• _What to produce_
The output should be every line below that includes the word "bodies".

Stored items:
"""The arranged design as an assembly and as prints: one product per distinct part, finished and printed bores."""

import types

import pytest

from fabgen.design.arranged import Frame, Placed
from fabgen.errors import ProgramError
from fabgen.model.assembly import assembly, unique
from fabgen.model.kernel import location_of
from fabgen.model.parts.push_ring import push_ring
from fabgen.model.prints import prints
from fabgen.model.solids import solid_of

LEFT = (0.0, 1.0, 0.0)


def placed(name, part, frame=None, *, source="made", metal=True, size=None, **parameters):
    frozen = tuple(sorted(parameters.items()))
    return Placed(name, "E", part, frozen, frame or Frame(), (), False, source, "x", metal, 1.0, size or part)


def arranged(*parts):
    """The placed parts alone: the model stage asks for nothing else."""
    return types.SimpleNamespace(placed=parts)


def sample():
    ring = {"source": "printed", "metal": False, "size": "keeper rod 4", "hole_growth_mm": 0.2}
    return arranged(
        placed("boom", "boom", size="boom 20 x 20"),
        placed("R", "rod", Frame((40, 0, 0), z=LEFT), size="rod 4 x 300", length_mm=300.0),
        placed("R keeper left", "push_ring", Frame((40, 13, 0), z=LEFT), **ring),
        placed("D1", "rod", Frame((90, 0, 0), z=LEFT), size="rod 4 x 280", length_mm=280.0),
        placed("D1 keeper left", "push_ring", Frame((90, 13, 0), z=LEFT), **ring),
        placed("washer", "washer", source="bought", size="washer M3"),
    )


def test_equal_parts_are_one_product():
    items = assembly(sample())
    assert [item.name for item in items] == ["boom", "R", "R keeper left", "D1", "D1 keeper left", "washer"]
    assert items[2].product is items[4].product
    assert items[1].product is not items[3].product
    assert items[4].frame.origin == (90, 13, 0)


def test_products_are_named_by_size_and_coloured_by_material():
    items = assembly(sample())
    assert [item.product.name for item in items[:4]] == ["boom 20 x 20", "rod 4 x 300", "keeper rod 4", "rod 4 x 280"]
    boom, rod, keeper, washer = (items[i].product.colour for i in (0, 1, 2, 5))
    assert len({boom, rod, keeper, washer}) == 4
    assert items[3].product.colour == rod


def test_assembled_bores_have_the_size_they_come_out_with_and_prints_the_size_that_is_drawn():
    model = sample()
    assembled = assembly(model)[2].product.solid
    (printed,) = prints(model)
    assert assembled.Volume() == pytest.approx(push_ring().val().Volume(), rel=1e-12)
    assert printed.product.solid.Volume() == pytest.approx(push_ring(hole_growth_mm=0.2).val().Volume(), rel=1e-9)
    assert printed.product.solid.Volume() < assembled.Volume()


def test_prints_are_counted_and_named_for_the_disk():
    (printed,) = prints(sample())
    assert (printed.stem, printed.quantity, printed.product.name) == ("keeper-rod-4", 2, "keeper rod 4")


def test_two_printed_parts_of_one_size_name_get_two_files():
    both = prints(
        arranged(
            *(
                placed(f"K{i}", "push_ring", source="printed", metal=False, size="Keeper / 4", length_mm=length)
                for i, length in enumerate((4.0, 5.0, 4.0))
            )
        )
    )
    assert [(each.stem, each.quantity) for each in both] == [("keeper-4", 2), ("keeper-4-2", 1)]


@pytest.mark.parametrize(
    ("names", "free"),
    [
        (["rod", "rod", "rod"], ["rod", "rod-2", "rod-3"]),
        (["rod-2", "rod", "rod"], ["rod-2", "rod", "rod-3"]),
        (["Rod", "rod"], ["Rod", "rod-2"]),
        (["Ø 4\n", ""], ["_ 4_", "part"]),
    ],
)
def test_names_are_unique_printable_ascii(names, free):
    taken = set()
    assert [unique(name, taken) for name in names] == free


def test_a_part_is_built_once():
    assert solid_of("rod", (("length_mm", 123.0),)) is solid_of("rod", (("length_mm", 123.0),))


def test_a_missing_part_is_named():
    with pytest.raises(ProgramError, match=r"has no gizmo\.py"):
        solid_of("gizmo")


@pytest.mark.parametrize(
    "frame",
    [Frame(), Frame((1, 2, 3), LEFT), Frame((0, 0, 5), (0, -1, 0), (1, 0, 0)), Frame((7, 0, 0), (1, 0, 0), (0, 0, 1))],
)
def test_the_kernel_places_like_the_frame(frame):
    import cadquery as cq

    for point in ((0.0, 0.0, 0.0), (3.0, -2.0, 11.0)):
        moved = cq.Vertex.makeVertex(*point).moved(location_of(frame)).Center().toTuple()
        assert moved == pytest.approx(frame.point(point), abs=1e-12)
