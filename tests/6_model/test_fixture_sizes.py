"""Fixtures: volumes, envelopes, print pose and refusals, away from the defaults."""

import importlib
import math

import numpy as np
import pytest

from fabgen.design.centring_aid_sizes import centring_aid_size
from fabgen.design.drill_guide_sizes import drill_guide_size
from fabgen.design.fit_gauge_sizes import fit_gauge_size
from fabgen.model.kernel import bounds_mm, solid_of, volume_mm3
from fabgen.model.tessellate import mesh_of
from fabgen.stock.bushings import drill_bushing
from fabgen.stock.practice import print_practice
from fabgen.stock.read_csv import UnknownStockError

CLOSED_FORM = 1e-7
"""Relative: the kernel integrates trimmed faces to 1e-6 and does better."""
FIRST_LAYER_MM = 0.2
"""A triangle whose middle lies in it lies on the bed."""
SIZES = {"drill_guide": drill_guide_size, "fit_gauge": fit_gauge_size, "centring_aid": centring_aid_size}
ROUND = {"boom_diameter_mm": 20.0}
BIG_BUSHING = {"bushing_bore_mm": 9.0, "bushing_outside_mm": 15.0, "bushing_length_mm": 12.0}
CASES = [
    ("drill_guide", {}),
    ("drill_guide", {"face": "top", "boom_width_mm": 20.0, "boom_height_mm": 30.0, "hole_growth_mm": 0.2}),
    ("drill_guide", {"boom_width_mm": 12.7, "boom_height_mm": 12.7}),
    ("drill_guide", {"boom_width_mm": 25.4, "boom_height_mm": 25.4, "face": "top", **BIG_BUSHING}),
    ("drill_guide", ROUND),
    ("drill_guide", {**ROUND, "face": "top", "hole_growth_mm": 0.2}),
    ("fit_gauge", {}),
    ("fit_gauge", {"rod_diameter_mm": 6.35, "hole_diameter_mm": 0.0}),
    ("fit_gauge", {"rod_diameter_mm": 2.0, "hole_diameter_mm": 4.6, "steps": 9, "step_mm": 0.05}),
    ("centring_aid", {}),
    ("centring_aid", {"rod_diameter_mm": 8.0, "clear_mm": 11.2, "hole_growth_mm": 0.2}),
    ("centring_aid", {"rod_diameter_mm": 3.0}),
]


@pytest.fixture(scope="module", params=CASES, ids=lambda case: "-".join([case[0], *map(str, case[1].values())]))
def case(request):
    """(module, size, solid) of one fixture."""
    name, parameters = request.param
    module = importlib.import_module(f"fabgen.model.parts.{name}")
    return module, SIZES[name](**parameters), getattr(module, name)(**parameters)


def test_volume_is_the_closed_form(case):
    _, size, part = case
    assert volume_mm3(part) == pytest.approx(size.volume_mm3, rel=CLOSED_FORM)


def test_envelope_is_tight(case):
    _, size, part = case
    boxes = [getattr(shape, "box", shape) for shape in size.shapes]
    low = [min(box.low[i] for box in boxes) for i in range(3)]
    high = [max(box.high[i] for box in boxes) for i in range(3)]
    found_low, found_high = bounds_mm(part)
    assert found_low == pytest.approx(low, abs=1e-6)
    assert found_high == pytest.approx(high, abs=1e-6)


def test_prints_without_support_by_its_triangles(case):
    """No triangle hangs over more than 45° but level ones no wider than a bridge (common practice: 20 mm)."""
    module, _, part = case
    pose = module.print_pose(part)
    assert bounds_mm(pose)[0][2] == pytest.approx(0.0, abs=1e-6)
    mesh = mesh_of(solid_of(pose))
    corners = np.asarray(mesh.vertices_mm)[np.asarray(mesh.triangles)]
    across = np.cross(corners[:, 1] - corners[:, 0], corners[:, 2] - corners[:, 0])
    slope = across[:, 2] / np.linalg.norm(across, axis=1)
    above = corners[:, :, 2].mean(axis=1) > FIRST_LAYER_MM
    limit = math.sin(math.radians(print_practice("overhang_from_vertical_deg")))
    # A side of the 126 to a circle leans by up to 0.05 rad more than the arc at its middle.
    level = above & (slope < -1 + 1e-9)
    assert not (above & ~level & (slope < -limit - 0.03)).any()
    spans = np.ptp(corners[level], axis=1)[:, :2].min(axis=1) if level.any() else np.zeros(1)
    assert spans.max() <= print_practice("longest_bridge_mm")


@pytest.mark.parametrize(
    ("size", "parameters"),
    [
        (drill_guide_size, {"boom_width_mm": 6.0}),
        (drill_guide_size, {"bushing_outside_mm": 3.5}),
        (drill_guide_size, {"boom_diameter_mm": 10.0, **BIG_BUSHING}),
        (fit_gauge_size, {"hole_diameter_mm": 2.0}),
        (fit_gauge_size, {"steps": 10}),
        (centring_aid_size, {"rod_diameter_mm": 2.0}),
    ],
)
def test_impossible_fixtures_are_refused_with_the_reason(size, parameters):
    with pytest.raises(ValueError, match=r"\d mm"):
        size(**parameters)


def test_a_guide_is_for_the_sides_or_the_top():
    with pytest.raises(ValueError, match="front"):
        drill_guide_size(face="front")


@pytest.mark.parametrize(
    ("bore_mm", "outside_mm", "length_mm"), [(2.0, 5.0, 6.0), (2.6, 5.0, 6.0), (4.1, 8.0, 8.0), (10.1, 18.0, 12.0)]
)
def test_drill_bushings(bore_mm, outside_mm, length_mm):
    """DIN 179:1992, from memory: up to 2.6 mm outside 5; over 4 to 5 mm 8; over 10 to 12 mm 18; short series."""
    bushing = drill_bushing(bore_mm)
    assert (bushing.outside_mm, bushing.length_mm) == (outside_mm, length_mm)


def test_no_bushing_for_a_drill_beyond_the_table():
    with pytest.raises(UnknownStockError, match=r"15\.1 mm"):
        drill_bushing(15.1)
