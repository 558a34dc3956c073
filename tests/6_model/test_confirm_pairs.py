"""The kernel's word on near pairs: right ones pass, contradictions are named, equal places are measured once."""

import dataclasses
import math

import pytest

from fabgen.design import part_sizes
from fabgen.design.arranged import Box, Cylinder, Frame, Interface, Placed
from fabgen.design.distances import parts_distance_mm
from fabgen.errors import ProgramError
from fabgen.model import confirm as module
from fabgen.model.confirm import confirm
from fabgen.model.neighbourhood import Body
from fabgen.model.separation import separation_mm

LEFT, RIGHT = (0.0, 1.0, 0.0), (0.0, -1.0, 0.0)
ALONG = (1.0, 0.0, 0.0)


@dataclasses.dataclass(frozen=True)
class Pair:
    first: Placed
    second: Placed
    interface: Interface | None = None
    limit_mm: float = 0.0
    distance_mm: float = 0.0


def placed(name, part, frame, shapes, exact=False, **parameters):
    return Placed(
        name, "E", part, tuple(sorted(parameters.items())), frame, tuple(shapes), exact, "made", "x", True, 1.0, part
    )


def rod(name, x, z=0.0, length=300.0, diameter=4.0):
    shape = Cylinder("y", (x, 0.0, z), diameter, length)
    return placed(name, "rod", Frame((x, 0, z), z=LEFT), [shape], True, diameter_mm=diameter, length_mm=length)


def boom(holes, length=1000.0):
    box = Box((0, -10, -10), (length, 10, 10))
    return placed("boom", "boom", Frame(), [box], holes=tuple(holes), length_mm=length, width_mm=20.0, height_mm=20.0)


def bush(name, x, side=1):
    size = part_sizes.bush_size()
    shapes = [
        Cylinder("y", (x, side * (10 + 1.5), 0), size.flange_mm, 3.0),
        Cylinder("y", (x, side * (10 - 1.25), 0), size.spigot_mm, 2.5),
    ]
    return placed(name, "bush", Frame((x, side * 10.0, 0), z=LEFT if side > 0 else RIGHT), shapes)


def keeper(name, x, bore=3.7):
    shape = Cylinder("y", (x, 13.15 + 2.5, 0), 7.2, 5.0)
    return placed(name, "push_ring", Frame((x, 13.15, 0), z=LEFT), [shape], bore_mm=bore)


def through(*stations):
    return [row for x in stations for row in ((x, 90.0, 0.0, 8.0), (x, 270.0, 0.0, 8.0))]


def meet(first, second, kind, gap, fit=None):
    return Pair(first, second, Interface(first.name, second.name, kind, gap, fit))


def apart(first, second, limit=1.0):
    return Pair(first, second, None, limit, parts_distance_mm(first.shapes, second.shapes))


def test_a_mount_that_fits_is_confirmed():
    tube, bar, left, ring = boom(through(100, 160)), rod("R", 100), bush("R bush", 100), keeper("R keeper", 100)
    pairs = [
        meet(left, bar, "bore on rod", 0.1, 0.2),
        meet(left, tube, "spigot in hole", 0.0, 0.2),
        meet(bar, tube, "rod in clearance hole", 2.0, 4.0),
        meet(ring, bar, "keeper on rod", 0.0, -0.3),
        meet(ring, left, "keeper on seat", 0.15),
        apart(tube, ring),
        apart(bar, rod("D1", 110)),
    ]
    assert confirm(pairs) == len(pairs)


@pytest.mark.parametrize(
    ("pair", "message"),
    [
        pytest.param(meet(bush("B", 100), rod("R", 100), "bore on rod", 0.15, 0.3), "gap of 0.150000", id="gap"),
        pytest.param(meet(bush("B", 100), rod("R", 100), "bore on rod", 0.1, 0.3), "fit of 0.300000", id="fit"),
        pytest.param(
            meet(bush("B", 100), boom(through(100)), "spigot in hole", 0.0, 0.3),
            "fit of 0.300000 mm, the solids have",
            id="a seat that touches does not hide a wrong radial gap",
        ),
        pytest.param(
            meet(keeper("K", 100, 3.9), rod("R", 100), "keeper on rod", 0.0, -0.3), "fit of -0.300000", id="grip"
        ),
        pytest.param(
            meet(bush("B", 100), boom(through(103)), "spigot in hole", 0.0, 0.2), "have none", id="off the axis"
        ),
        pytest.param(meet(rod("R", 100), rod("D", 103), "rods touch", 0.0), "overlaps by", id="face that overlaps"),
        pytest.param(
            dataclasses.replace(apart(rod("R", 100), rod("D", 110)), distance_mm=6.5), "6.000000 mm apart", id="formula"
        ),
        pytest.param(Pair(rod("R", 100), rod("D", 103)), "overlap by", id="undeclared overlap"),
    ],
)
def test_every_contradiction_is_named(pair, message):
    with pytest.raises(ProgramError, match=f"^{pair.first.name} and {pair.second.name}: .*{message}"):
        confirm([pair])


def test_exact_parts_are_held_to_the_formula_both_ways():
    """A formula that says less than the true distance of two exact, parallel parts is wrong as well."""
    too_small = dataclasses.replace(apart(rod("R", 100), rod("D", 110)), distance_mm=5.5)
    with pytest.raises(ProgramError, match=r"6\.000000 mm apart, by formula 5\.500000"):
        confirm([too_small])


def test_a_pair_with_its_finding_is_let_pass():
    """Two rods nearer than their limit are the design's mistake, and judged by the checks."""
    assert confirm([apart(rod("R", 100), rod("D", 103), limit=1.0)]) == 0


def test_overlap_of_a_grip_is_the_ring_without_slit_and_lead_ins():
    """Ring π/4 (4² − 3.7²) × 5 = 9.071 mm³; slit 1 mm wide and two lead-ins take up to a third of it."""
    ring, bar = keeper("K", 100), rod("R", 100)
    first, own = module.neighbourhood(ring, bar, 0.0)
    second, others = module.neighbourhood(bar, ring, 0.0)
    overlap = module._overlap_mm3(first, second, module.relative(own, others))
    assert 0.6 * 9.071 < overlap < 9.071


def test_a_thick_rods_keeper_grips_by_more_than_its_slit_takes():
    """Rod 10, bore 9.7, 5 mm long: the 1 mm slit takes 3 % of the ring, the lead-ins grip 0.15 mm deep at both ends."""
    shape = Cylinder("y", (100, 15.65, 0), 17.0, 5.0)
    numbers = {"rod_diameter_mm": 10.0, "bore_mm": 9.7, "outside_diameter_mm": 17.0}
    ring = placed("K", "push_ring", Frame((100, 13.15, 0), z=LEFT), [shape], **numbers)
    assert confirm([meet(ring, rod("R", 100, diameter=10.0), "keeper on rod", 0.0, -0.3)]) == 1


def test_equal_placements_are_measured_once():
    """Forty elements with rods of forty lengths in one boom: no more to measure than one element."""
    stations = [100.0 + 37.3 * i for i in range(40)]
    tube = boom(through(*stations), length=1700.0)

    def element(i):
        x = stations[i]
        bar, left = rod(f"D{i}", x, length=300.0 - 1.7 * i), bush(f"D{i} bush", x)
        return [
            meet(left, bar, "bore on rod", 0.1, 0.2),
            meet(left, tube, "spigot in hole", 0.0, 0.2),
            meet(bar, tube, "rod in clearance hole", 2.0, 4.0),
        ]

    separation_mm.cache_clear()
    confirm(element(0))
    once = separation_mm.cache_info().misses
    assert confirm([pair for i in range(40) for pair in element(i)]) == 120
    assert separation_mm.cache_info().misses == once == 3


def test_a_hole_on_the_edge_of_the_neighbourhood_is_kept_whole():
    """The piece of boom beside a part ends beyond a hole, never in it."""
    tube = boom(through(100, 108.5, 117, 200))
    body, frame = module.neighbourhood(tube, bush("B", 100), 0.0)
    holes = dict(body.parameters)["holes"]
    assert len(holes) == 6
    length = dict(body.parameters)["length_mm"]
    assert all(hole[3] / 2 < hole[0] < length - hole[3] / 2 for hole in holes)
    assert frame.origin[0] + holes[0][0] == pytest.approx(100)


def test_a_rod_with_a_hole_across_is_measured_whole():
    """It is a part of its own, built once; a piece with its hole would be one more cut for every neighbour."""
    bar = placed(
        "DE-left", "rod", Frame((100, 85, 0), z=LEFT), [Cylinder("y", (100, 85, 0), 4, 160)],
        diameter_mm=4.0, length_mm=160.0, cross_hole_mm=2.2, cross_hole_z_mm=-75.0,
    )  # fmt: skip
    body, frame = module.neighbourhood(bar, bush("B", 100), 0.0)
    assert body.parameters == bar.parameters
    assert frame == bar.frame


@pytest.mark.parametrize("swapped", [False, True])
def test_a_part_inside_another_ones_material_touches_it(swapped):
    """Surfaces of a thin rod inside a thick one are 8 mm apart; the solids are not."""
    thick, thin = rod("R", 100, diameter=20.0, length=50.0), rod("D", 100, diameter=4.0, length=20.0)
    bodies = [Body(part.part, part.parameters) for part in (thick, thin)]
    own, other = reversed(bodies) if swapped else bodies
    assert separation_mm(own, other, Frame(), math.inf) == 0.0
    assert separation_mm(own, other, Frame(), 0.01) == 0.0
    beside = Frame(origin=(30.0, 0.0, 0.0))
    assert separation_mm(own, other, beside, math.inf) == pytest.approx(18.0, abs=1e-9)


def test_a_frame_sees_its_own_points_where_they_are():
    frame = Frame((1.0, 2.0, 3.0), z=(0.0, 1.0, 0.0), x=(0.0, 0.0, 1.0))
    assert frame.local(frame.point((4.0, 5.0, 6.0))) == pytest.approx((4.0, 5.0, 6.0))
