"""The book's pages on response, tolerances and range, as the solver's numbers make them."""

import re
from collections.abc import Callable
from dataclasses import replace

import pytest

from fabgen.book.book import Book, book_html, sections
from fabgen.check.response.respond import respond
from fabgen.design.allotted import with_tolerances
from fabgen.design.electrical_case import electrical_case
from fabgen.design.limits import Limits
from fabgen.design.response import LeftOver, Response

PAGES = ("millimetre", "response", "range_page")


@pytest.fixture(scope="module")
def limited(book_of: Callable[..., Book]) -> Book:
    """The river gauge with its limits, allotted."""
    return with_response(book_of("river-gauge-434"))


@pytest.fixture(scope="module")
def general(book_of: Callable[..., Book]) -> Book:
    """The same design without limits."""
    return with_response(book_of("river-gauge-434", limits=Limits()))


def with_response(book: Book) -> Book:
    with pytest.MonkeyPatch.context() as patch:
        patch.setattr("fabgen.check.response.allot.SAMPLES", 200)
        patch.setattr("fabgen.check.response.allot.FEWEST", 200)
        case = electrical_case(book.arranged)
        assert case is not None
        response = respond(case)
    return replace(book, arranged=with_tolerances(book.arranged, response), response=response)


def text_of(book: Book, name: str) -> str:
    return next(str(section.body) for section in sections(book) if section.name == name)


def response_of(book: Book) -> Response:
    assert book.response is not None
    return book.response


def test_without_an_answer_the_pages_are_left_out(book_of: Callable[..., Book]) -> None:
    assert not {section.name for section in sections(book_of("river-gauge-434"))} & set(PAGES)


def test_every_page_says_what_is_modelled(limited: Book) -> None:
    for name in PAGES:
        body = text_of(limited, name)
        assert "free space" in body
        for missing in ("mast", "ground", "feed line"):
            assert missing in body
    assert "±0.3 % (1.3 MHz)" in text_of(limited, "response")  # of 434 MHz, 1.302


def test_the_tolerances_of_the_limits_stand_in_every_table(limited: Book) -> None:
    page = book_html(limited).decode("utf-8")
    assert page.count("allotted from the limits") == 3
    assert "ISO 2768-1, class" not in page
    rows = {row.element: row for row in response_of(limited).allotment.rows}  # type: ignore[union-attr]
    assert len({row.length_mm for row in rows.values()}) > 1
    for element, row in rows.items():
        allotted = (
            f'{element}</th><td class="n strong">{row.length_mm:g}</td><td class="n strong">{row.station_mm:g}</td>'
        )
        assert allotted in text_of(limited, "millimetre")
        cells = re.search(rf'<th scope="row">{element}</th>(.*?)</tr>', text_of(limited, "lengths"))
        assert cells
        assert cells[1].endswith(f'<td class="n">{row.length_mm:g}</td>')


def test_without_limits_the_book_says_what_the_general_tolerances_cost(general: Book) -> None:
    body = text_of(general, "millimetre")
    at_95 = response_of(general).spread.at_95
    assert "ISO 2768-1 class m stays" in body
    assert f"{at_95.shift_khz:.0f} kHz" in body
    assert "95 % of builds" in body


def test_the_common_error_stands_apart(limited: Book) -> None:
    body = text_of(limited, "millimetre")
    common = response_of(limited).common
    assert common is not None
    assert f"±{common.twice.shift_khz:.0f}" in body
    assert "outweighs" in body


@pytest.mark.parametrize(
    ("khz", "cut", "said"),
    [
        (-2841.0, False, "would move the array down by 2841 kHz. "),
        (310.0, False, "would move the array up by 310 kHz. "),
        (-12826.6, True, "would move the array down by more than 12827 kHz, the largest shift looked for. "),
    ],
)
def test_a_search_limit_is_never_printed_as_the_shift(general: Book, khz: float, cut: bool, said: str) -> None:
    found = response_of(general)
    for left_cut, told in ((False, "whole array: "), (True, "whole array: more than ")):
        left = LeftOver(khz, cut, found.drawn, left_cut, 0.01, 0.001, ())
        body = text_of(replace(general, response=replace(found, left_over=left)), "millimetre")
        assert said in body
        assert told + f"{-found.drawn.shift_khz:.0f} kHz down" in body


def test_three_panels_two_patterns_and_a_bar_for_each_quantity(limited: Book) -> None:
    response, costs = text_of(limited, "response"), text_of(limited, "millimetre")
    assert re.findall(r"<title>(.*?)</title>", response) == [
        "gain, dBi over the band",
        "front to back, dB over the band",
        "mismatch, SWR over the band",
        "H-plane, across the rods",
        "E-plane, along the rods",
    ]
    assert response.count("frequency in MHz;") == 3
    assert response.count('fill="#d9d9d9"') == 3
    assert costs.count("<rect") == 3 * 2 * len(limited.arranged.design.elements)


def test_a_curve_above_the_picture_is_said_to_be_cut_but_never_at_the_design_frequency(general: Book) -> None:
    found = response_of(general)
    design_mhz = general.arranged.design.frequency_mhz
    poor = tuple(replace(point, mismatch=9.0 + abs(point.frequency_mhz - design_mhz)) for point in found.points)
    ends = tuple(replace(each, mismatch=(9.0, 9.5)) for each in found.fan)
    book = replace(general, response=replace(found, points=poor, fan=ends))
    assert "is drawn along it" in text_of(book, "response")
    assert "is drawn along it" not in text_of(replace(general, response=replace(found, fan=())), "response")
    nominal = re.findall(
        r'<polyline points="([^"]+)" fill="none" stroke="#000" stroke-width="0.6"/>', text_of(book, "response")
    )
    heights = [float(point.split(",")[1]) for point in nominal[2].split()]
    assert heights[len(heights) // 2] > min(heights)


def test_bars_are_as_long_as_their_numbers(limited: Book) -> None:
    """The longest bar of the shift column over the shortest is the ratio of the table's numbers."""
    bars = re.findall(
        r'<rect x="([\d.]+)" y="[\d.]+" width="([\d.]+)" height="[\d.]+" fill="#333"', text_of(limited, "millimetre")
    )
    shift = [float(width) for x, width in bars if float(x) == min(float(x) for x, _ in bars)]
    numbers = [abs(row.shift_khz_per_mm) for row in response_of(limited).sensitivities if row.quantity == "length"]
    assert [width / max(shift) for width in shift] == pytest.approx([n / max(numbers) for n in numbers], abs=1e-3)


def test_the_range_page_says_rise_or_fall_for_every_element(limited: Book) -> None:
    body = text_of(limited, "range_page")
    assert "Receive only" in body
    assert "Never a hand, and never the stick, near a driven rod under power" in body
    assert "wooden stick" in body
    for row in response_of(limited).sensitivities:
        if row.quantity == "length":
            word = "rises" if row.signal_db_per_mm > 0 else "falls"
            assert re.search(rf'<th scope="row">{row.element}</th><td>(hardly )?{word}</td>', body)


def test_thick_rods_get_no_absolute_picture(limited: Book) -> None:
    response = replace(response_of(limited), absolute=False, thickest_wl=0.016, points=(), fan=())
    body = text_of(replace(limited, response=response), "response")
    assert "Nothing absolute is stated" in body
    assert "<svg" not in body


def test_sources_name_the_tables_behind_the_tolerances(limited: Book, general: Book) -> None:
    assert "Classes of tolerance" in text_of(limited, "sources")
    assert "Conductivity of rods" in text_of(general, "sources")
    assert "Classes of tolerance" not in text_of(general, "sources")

• _Task result_
    bodies = [Body(part.part, part.parameters) for part in (thick, thin)]
    own, other = reversed(bodies) if swapped else bodies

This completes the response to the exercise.